How to choose buffer size?

Discussion in 'C Programming' started by Raj Pashwar, Apr 20, 2012.

  1. Raj Pashwar

    Raj Pashwar Guest

    Hello friends:

    In this program I'm writing I want to pre-allocate space for a but
    an indeterminate (but potentially large) number of instances of a
    given structure. And if this amount of memory proves insufficient,
    I'll add another large chunk with realloc. Etc.

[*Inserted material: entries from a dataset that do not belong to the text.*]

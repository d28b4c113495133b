//! The TDC FIFO bridge's two SPI ports.
//!
//! - The command port (SPI1, this board the master) answers the status and read commands of
//!   [`slotwise::ingest::spi`]; [`CommandPort`] and [`DataReady`] are the `embedded-hal` 1.0
//!   [`SpiDevice`] and [`InputPin`] that [`slotwise::ingest::spi::SpiFifoSource`] is generic over.
//!   The board reads the bridge's status through it before it arms the DMA and after every
//!   decoded half (FIFO-full flags and dropped words go to the ingest counters), and it carries
//!   the polled fallback when the stream port is off.
//! - The stream port (SPI2, this board a receive-only slave) is clocked by the bridge, which
//!   shifts out whole records only while it has them, so the DMA ring never holds filler bytes.
//!   Its DMA side is in [`crate::dma`].
//!
//! Polled byte transfers rather than a second DMA stream for the command port: its transactions
//! are a few bytes between halves, and a polled loop keeps the example readable.

use crate::regs::{Port, Spi};
use core::convert::Infallible;
use embedded_hal::digital::{ErrorType as PinErrorType, InputPin};
use embedded_hal::spi::{self, ErrorKind, ErrorType, Operation, SpiDevice};

/// Command byte that switches the bridge's stream port on (an invented bridge's command, beside
/// the status and read commands of [`slotwise::ingest::spi`]).
pub const STREAM_ON_COMMAND: u8 = 0x03;
/// Command byte that switches the stream port off; the FIFO is then read with the read command.
pub const STREAM_OFF_COMMAND: u8 = 0x04;

/// Status-register polls before a byte transfer is given up: far longer than one byte at the
/// command port's 5.25 MHz clock (about 13 bus cycles per bit), short enough that a dead bus is
/// reported rather than hanging the board.
const SPIN_LIMIT: u32 = 10_000;

const RXNE: u32 = 1 << 0;
const TXE: u32 = 1 << 1;
const OVR: u32 = 1 << 6;
const BSY: u32 = 1 << 7;

/// Why a command-port transfer failed.
#[derive(Clone, Copy, Debug, PartialEq, Eq)]
#[cfg_attr(feature = "defmt", derive(defmt::Format))]
pub enum CommandPortError {
    /// A received byte was not read before the next one arrived.
    Overrun,
    /// The peripheral did not finish a byte within the spin limit.
    Stalled,
}

impl spi::Error for CommandPortError {
    fn kind(&self) -> ErrorKind {
        match self {
            Self::Overrun => ErrorKind::Overrun,
            Self::Stalled => ErrorKind::Other,
        }
    }
}

/// SPI1 as master with a software chip select on PA4: the bridge's command port.
pub struct CommandPort {
    spi: Spi,
}

impl CommandPort {
    /// Configure SPI1: master, mode 0, APB2 / 16 (5.25 MHz), 8-bit frames, MSB first, software
    /// slave select (the chip select is a GPIO, so a transaction holds it across operations).
    pub fn new() -> Self {
        let spi = Spi::SPI1;
        const MSTR: u32 = 1 << 2;
        const BR_DIV16: u32 = 0b011 << 3;
        const SPE: u32 = 1 << 6;
        const SSI: u32 = 1 << 8;
        const SSM: u32 = 1 << 9;
        spi.cr1().write(MSTR | BR_DIV16 | SSI | SSM);
        spi.cr1().write(MSTR | BR_DIV16 | SSI | SSM | SPE);
        Self { spi }
    }

    fn select(&self, on: bool) {
        // PA4, active low: BSRR's high half resets the pin, the low half sets it.
        Port::A
            .bsrr()
            .write(if on { 1 << (4 + 16) } else { 1 << 4 });
    }

    fn wait(&self, mask: u32) -> Result<u32, CommandPortError> {
        for _ in 0..SPIN_LIMIT {
            let sr = self.spi.sr().read();
            if sr & OVR != 0 {
                // Reading DR then SR clears the overrun flag.
                let _ = self.spi.dr().read();
                let _ = self.spi.sr().read();
                return Err(CommandPortError::Overrun);
            }
            if sr & mask != 0 {
                return Ok(sr);
            }
        }
        Err(CommandPortError::Stalled)
    }

    /// Shift one byte out and the answering byte in.
    fn exchange(&mut self, out: u8) -> Result<u8, CommandPortError> {
        self.wait(TXE)?;
        self.spi.dr().write(u32::from(out));
        self.wait(RXNE)?;
        Ok(self.spi.dr().read() as u8)
    }

    fn operation(&mut self, op: &mut Operation<'_, u8>) -> Result<(), CommandPortError> {
        match op {
            Operation::Read(buf) => {
                for b in buf.iter_mut() {
                    *b = self.exchange(0)?;
                }
            }
            Operation::Write(buf) => {
                for &b in buf.iter() {
                    self.exchange(b)?;
                }
            }
            Operation::Transfer(read, write) => {
                // The longer of the two sets the length: missing writes send 0, extra reads
                // are dropped (embedded-hal's contract).
                let n = read.len().max(write.len());
                for i in 0..n {
                    let b = self.exchange(write.get(i).copied().unwrap_or(0))?;
                    if let Some(r) = read.get_mut(i) {
                        *r = b;
                    }
                }
            }
            Operation::TransferInPlace(buf) => {
                for b in buf.iter_mut() {
                    *b = self.exchange(*b)?;
                }
            }
            Operation::DelayNs(ns) => {
                // 84 cycles per microsecond; rounding up keeps at least the asked delay.
                cortex_m::asm::delay(ns.div_ceil(1000).saturating_mul(84).max(1));
            }
        }
        Ok(())
    }
}

impl ErrorType for CommandPort {
    type Error = CommandPortError;
}

impl SpiDevice for CommandPort {
    fn transaction(&mut self, ops: &mut [Operation<'_, u8>]) -> Result<(), CommandPortError> {
        self.select(true);
        let mut result = Ok(());
        for op in ops.iter_mut() {
            result = self.operation(op);
            if result.is_err() {
                break;
            }
        }
        // Let the last byte leave the shift register before the bridge sees the select rise.
        for _ in 0..SPIN_LIMIT {
            if self.spi.sr().read() & BSY == 0 {
                break;
            }
        }
        self.select(false);
        result
    }
}

/// The bridge's data-ready line on PA0: high while the bridge has status or words to report.
pub struct DataReady;

impl PinErrorType for DataReady {
    type Error = Infallible;
}

impl InputPin for DataReady {
    fn is_high(&mut self) -> Result<bool, Infallible> {
        Ok(Port::A.idr().read() & 1 != 0)
    }

    fn is_low(&mut self) -> Result<bool, Infallible> {
        Ok(Port::A.idr().read() & 1 == 0)
    }
}

/// Configure SPI2 as the stream port: slave, receive only, hardware slave select on PB12, mode
/// 0, 8-bit frames, receive DMA requests on. Call after the DMA stream is armed, so the first
/// byte already has somewhere to go.
pub fn enable_stream_port() {
    let spi = Spi::SPI2;
    const RXDMAEN: u32 = 1 << 0;
    const SPE: u32 = 1 << 6;
    const RXONLY: u32 = 1 << 10;
    spi.cr2().write(RXDMAEN);
    spi.cr1().write(RXONLY);
    spi.cr1().write(RXONLY | SPE);
}
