//! Host tests of the board-independent half: the committed profile, the bridge's record layout
//! through the core's ingest stage, and the receiver wiring.

use crate::fifo::{event_record, rollover_record, to_receiver, FORMAT, RECORD_BYTES};
use crate::profile::{decode, setup_len, ProfileError, PROFILE};
use crate::receiver::{self, Pipeline};
use core::convert::Infallible;
use slotwise::ingest::Ingest;
use slotwise::{FrameSink, TdcEvent};
use slotwise_hil::board::BOARD_LEN;
use slotwise_hil::BoardFrameOut;

#[test]
fn committed_profile_decodes_and_splits_where_the_layout_says() {
    // The setup layout table (hil/common/src/setup.rs): 46 + 8·C + 11·G + 4 bytes, C at byte 44,
    // G right after the delays; the committed setup has C = 3, G = 8.
    assert_eq!(PROFILE.get(44), Some(&3));
    assert_eq!(PROFILE.get(45 + 8 * 3), Some(&8));
    assert_eq!(setup_len(PROFILE), Some(46 + 8 * 3 + 11 * 8 + 4));
    assert_eq!(PROFILE.len(), 162 + BOARD_LEN);
    let p = decode(PROFILE).expect("the committed profile decodes");
    // The committed setup is the bench scenario's: a 48-bit TDC counter at 1 ps (bytes 5..10 of
    // the layout).
    assert_eq!(p.setup.tdc.counter_bits(), 48);
}

#[test]
fn damaged_profiles_are_refused() {
    assert_eq!(decode(&PROFILE[..40]), Err(ProfileError::Truncated));
    assert_eq!(
        decode(&PROFILE[..PROFILE.len() - 1]),
        Err(ProfileError::BoardLength(BOARD_LEN - 1))
    );
    let mut flipped = PROFILE.to_vec();
    flipped[20] ^= 0x10;
    assert!(matches!(decode(&flipped), Err(ProfileError::Setup(_))));
    let mut flipped = PROFILE.to_vec();
    let last = flipped.len() - 10;
    flipped[last] ^= 0x01;
    assert!(matches!(decode(&flipped), Err(ProfileError::Board(_))));
}

#[test]
fn bridge_records_decode_through_the_core_ingest() {
    // The layout table in fifo.rs: an event, a rollover of one wrap, an event, a record of an
    // unknown kind, an event on channel 9 (above the maximum of 7).
    let mut bytes = Vec::new();
    bytes.extend_from_slice(&event_record(0xFFFF_FFF0, 2));
    bytes.extend_from_slice(&rollover_record(1));
    bytes.extend_from_slice(&event_record(0x10, 5));
    bytes.extend_from_slice(&[0u8; RECORD_BYTES]);
    bytes.extend_from_slice(&event_record(0x20, 9));
    let mut ingest = Ingest::new(FORMAT);
    let mut out = [TdcEvent {
        count: 0,
        channel: 0,
    }; 8];
    let done = ingest.push(&bytes, &mut out);
    assert_eq!(done.events, 2);
    assert_eq!(
        out[0],
        TdcEvent {
            count: 0xFFFF_FFF0,
            channel: 2
        }
    );
    assert_eq!(
        out[1],
        TdcEvent {
            count: (1 << 32) | 0x10,
            channel: 5
        }
    );
    let c = ingest.counts();
    assert_eq!((c.malformed_words, c.rollover_gaps), (2, 0));
}

#[test]
fn receiver_counter_keeps_the_configured_width() {
    let ev = TdcEvent {
        count: (0xABCD << 48) | 0x1234_5678_9ABC,
        channel: 1,
    };
    assert_eq!(to_receiver(ev, 48).count, 0x1234_5678_9ABC);
    assert_eq!(to_receiver(ev, 64).count, ev.count);
    assert_eq!(to_receiver(ev, 32).count, 0x5678_9ABC);
}

/// A link line with nothing to read.
struct Silent;
impl embedded_io::ErrorType for Silent {
    type Error = Infallible;
}
impl embedded_io::Read for Silent {
    fn read(&mut self, _: &mut [u8]) -> Result<usize, Infallible> {
        Ok(0)
    }
}
impl embedded_io::ReadReady for Silent {
    fn read_ready(&mut self) -> Result<bool, Infallible> {
        Ok(false)
    }
}

/// A line that keeps what is written.
#[derive(Default)]
struct Kept(Vec<u8>);
impl embedded_io::ErrorType for Kept {
    type Error = Infallible;
}
impl embedded_io::Write for Kept {
    fn write(&mut self, buf: &[u8]) -> Result<usize, Infallible> {
        self.0.extend_from_slice(buf);
        Ok(buf.len())
    }
    fn flush(&mut self) -> Result<(), Infallible> {
        Ok(())
    }
}

#[derive(Default)]
struct Frames(usize);
impl FrameSink for Frames {
    fn frame(&mut self, _: &[u8]) {
        self.0 += 1;
    }
}

#[test]
fn pipeline_takes_blocks_from_a_cold_start() {
    let p = decode(PROFILE).expect("profile");
    let mut rx = Box::new(receiver::receiver(&p).expect("receiver"));
    let mut link = Box::new(receiver::link(&p, Silent, Kept::default()));
    let mut monitor = Box::new(receiver::monitor(&p).expect("monitor"));
    let mut out = Box::new(BoardFrameOut::new(Frames::default()));
    let mut pipe = Pipeline::new(&p, &mut rx, &mut link, &mut monitor, &mut out);
    // 10 ns apart at 1 ps per tick: one detection per slot of the 100 MHz scenario.
    let block: Vec<TdcEvent> = (0..128u64)
        .map(|i| TdcEvent {
            count: 1_000_000 + i * 10_000,
            channel: (i % 2) as u8,
        })
        .collect();
    pipe.push_block(&block);
    pipe.push_block(&block[..0]);
    assert_eq!(pipe.counts().detections, 128);
    // 128 detections cannot lock a cold recovered clock: nothing is announced yet.
    assert_eq!(pipe.link_counters().announcements, 0);
}
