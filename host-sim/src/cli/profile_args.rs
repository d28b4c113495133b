//! `slotwise profile`: check a receiver profile and draw its gate layout, or write the profile of
//! the simulator's receiver for a scenario.

use crate::board_blob;
use crate::profile::{gate_layout_svg, gate_layout_text, Profile};
use crate::scenario::Scenario;
use clap::{Args, Subcommand};
use std::io::Write;
use std::path::PathBuf;

/// Long help of `slotwise profile`.
pub const LONG_ABOUT: &str = "\
A receiver profile (TOML, docs/receiver-profile.md) describes a real receiver: its TDC (counter
width, tick), the transmitter's nominal clock and the prior on it, protocol and intensity
classes, channels with their skews and dead times, the gate windows (centre and half-width in ps
or in slot fractions, basis, bit), the marker, sifting and alarms. `slotwise replay --profile`
replays a capture through the receiver it describes; no scenario is needed.

  slotwise profile check my-receiver.toml              # check it; draw the gate layout
  slotwise profile check my-receiver.toml --svg g.svg  # ...and as a picture
  slotwise profile from-scenario scenarios/bench-100mhz-30km.toml -o bench.toml
  slotwise profile compile bench.toml -o bench.swblob     # the bytes a board reads (C or Rust)

Every value is checked by the core's own configuration constructors; an error names the file,
the line and the key (e.g. gates[2].half_width_ps) and the range that was expected.";

/// `slotwise profile`: what to do.
#[derive(Args, Debug)]
#[command(
    about = "Check a receiver profile and draw its gate layout, or write one for a scenario.",
    long_about = LONG_ABOUT
)]
pub struct ProfileArgs {
    /// The action.
    #[command(subcommand)]
    pub action: ProfileAction,
}

/// The actions of `slotwise profile`.
#[derive(Subcommand, Debug)]
pub enum ProfileAction {
    /// Check a profile; print its gate layout per channel (and draw it with --svg).
    #[command(long_about = "\
Check a receiver profile with the core's configuration constructors and print its gate layout:
one ruler per channel across one slot (Z0, X1... where a window is), then every gate's window in
ps and in slot fractions. Exit status 0 when the profile is good; 1 with an error naming the file,
line and key otherwise.")]
    Check {
        /// The profile (TOML).
        profile: PathBuf,
        /// Also draw the layout as an SVG picture here.
        #[arg(long, value_name = "FILE.svg")]
        svg: Option<PathBuf>,
    },
    /// Write the profile of the simulator's receiver for a scenario.
    #[command(long_about = "\
Write the profile of the receiver the simulator builds for a scenario: its optics' gate windows,
channel skews, TDC, the channel model's expected signal rate, and the scenario's true slot grid as
[clock.reference]. Replaying the scenario's capture with this profile and the transmitter record
gives the same counters as replaying it with the scenario.")]
    FromScenario {
        /// The scenario (TOML, docs/scenario.md).
        scenario: PathBuf,
        /// Where to write the profile (default: standard output).
        #[arg(short, long)]
        out: Option<PathBuf>,
    },
    /// Compile a profile to the blob a board reads (docs/board-integration.md).
    #[command(long_about = "\
Compile a receiver profile to the profile blob a board's firmware reads (Rust: Station::new; C:
sw_station_init), so board code never builds gate tables or clock settings by hand. The blob
holds the setup (TDC, gates, sifting), the board settings (recovered clock from [clock], marker
numbering, link timeouts, monitor, alarms) and, with --words, the TDC's raw-word layout; each
section has its own CRC-32/ISCSI. Layout: docs/board-integration.md.

  slotwise profile compile rx.toml -o rx.swblob
  slotwise profile compile rx.toml -o rx.swblob \\
      --words bytes=8,time=0:32,channel=32:8,kind=40:8,event=1,rollover=2,max-channel=7

The profile must enable the public marker: the board numbers slots through it.")]
    Compile {
        /// The profile (TOML).
        profile: PathBuf,
        /// Where to write the blob.
        #[arg(short, long)]
        out: PathBuf,
        /// The TDC's raw-word layout, as comma-separated KEY=VALUE items: bytes (4|8), endian
        /// (little|big), time, channel, kind and count as OFFSET:WIDTH in bits, event and
        /// rollover (kind values), max-channel.
        #[arg(long, value_name = "LAYOUT")]
        words: Option<String>,
        /// The classical channel's hint, when known when compiling: receiver time in ps and the
        /// transmitter's slot counter then (default: none; the firmware gives it at run time).
        #[arg(long, value_name = "T_PS:TX_SLOT")]
        hint: Option<String>,
    },
}

/// Run `slotwise profile`.
pub fn run(a: &ProfileArgs) -> Result<(), Box<dyn std::error::Error>> {
    match &a.action {
        ProfileAction::Check { profile, svg } => {
            let (p, c) = Profile::load(profile)?;
            let mut out = std::io::stdout().lock();
            writeln!(out, "{}: profile '{}' is good", profile.display(), p.name)?;
            write!(out, "{}", gate_layout_text(&p, &c))?;
            if p.sifting.pending_capacity != crate::profile::HOST_PENDING {
                writeln!(
                    out,
                    "note: the board's pending queue holds {} slots; the host replays with {}, so \
                     queue_overflow counts can differ from the board's",
                    p.sifting.pending_capacity,
                    crate::profile::HOST_PENDING
                )?;
            }
            if let Some(path) = svg {
                std::fs::write(path, gate_layout_svg(&p, &c))
                    .map_err(|e| format!("{}: {e}", path.display()))?;
                writeln!(out, "wrote {}", path.display())?;
            }
            Ok(())
        }
        ProfileAction::Compile {
            profile,
            out,
            words,
            hint,
        } => {
            let source = profile.display().to_string();
            let (p, c) = Profile::load(profile)?;
            let words = words.as_deref().map(board_blob::parse_words).transpose()?;
            let hint = hint.as_deref().map(parse_hint).transpose()?;
            let blob = board_blob::compile(&p, &c, hint, words, &source)?;
            std::fs::write(out, &blob).map_err(|e| format!("{}: {e}", out.display()))?;
            println!(
                "wrote {} ({} bytes: setup, board settings{})",
                out.display(),
                blob.len(),
                if words.is_some() { ", word layout" } else { "" }
            );
            Ok(())
        }
        ProfileAction::FromScenario { scenario, out } => {
            let s = Scenario::load(scenario)?;
            let p = Profile::from_scenario(&s);
            p.check(&scenario.display().to_string())?;
            let text = format!(
                "# Receiver profile of the simulator's receiver for scenario '{}'\n\
                 # (docs/receiver-profile.md).\n{}",
                s.name,
                p.to_toml_string()
            );
            match out {
                Some(path) => {
                    std::fs::write(path, text).map_err(|e| format!("{}: {e}", path.display()))?;
                    eprintln!("wrote {}", path.display());
                }
                None => std::io::stdout().lock().write_all(text.as_bytes())?,
            }
            Ok(())
        }
    }
}

/// `T_PS:TX_SLOT` of `--hint`.
fn parse_hint(s: &str) -> Result<(u64, u64), String> {
    let (t, k) = s
        .split_once(':')
        .ok_or_else(|| format!("--hint {s:?}: expected T_PS:TX_SLOT"))?;
    let n = |v: &str| {
        v.trim()
            .parse::<u64>()
            .map_err(|_| format!("--hint {s:?}: {v:?} is not a whole number"))
    };
    Ok((n(t)?, n(k)?))
}
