//! `slotwise simulate` writes what its transmitter sent beside the capture: the dense record of
//! every slot of the run, or — when that would be too large — the sparse record of the slots
//! around each detection (`docs/transmitter-record.md`).

use super::AnyErr;
use crate::clocks;
use crate::scenario::Scenario;
use crate::sim::{SimEvent, TxChoices, TxClock};
use crate::txrecord::{
    dense_size, DenseWriter, SparseWriter, TxRecordHeader, DEFAULT_BLOCK_SLOTS, FLAG_SIMULATED,
};
use clap::Args;
use std::collections::BTreeSet;
use std::fs::File;
use std::io::BufWriter;
use std::path::{Path, PathBuf};

/// Largest dense record `simulate` writes, in bytes (64 MiB); above it the sparse form is used.
pub const MAX_DENSE_BYTES: u64 = 64 << 20;
/// Slots recorded past the last slot of the run, in slots: noise after the last pulse still
/// falls into slots the receiver may announce.
pub const MARGIN_SLOTS: u64 = 4096;
/// How far behind the newest detection a sparse slot is written out, in slots (the simulator's
/// events are in time order up to small reorderings).
const WINDOW_SLOTS: u64 = 1 << 20;

/// Where `simulate` writes its transmitter record.
#[derive(Args, Debug, Clone)]
pub struct TxRecordArgs {
    /// Write the transmitter record here (default: the output with extension `.swtx`, or
    /// `.swtx.csv` when the sparse form is written).
    #[arg(long, value_name = "PATH", conflicts_with = "no_tx_record")]
    pub tx_record: Option<PathBuf>,
    /// Do not write the transmitter record.
    #[arg(long)]
    pub no_tx_record: bool,
}

struct Sparse {
    w: SparseWriter<BufWriter<File>>,
    pending: BTreeSet<u64>,
    next: u64,
    end: u64,
    choices: TxChoices,
    clock: TxClock,
    detections: u64,
}

impl Sparse {
    fn observe(&mut self, e: &SimEvent) -> Result<(), AnyErr> {
        let k = match e.truth.slot {
            Some(k) => k,
            None => {
                let phase = self.clock.phase_slots(e.truth.true_t_ps).floor();
                if phase < 0.0 {
                    return Ok(());
                }
                phase as u64
            }
        };
        self.detections += 1;
        for j in k.saturating_sub(1)..=k.saturating_add(1) {
            if j >= self.next && j < self.end {
                self.pending.insert(j);
            }
        }
        let horizon = k.saturating_sub(WINDOW_SLOTS);
        while let Some(first) = self.pending.first().copied().filter(|&f| f < horizon) {
            self.pending.pop_first();
            self.write(first)?;
        }
        Ok(())
    }

    fn write(&mut self, slot: u64) -> Result<(), AnyErr> {
        self.w.push(slot, self.choices.choice(slot))?;
        self.next = slot + 1;
        Ok(())
    }
}

enum Form {
    Dense(DenseWriter<BufWriter<File>>),
    Sparse(Box<Sparse>),
}

/// The record being written during a `simulate` run (its file is created before the run, so a
/// path that cannot be written fails at once).
pub(super) struct RecordOut {
    path: PathBuf,
    form: Form,
    choices: TxChoices,
    dense_bytes: u64,
}

impl RecordOut {
    /// Plan the record of scenario `s` beside `out`; `None` with `--no-tx-record`.
    pub(super) fn open(
        args: &TxRecordArgs,
        out: &Path,
        s: &Scenario,
    ) -> Result<Option<Self>, AnyErr> {
        if args.no_tx_record {
            return Ok(None);
        }
        let end = s.slots().saturating_add(MARGIN_SLOTS);
        let (hello_t, hello_slot) = clocks::simulated_hint(s)?;
        let header = TxRecordHeader::new(0..end, s.intensities.len() as u8)
            .with_protocol(s.protocol)
            .with_marker(s.marker)
            .with_hello(hello_t, hello_slot)
            .with_flags(FLAG_SIMULATED);
        let dense_bytes = dense_size(end, DEFAULT_BLOCK_SLOTS);
        let sparse = dense_bytes > MAX_DENSE_BYTES;
        let path = match &args.tx_record {
            Some(p) => p.clone(),
            None if sparse => out.with_extension("swtx.csv"),
            None => out.with_extension("swtx"),
        };
        if path == out {
            return Err(format!(
                "{}: the transmitter record would overwrite the output; give --tx-record PATH",
                path.display()
            )
            .into());
        }
        let file = File::create(&path).map_err(|e| format!("{}: {e}", path.display()))?;
        let file = BufWriter::new(file);
        let form = if sparse {
            let mut w = SparseWriter::new(file, header)?;
            w.comment(
                "sparse: holds the slots k-1, k, k+1 around each simulated detection, k its true \
                 slot (for noise clicks, the slot at the click's true time); every other slot is \
                 not recorded",
            )?;
            Form::Sparse(Box::new(Sparse {
                w,
                pending: BTreeSet::new(),
                next: 0,
                end,
                choices: TxChoices::new(s),
                clock: TxClock::from_scenario(s),
                detections: 0,
            }))
        } else {
            Form::Dense(DenseWriter::new(file, header)?)
        };
        Ok(Some(Self {
            path,
            form,
            choices: TxChoices::new(s),
            dense_bytes,
        }))
    }

    /// Take one simulated detection (the sparse form records the slots around it).
    pub(super) fn observe(&mut self, e: &SimEvent) -> Result<(), AnyErr> {
        match &mut self.form {
            Form::Sparse(sp) => sp.observe(e),
            Form::Dense(_) => Ok(()),
        }
    }

    /// Write the record out (the dense form all at once, in constant memory); returns the line
    /// that says what was written.
    pub(super) fn finish(self) -> Result<String, AnyErr> {
        let name = self.path.display();
        match self.form {
            Form::Sparse(mut sp) => {
                let r = sp.w.header().range();
                while let Some(k) = sp.pending.pop_first() {
                    sp.write(k)?;
                }
                let slots = sp.w.recorded();
                sp.w.finish()?;
                Ok(format!(
                    "{name}: transmitter record, sparse: {slots} of slots {}..{} (k-1, k, k+1 around \
                     each of {} detections; the dense form would take {} MiB)",
                    r.start,
                    r.end,
                    sp.detections,
                    self.dense_bytes >> 20
                ))
            }
            Form::Dense(mut w) => {
                let r = w.header().range();
                for k in r.clone() {
                    w.push(Some(self.choices.choice(k)))?;
                }
                w.finish()?;
                Ok(format!(
                    "{name}: transmitter record, dense: slots {}..{} ({} bytes)",
                    r.start, r.end, self.dense_bytes
                ))
            }
        }
    }
}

    So somewhere I my code I'll have an initial pre-allocation that
    looks like:

    size_t size = INITIAL_SIZE;
    foo *pile_o_foo;
    int next_slot = 0;

    pile_o_foo = (foo *)malloc(size);
    /* error check */

    /* ... */

    while (size <= next_slot * sizeof foo) {
    size *= 2;
    pile_o_foo = (foo *)realloc(pile_o_foo, size);
    /* error check */
    }

    /* ... */

    Is there a way to choose a good value for INITIAL_SIZE? Should I
    just pick a random number? 101? 1001? 5091? Or should I
    pick a nice power of 2, like 1024 or 4096? Or is
    there a more intelligent way to go about this?

    Best regards
    Raj Pashwar, Apr 20, 2012
    #1
    1. Advertising

  2. Raj Pashwar

    James Kuyper Guest

    On 04/20/2012 06:05 PM, Raj Pashwar wrote:
    > Hello friends:
    >
    > In this program I'm writing I want to pre-allocate space for a but
    > an indeterminate (but potentially large) number of instances of a
    > given structure. And if this amount of memory proves insufficient,
    > I'll add another large chunk with realloc. Etc.
    >
    > So somewhere I my code I'll have an initial pre-allocation that
    > looks like:
    >
    > size_t size = INITIAL_SIZE;
    > foo *pile_o_foo;
    > int next_slot = 0;
    >
    > pile_o_foo = (foo *)malloc(size);


    The cast is unnecessary: it specifies explicitly precisely the same
    conversion that would have occurred implicitly if there had been no
    cast. That is reason enough to remove it. Necessary casts are almost
    always dangerous, while conversions that can happen implicitly are
    generally much safer. Therefore, experienced coders look at all casts as
    potential problems; removing unnecessary casts creates fewer
    distractions, allowing you to concentrate on the truly dangerous ones.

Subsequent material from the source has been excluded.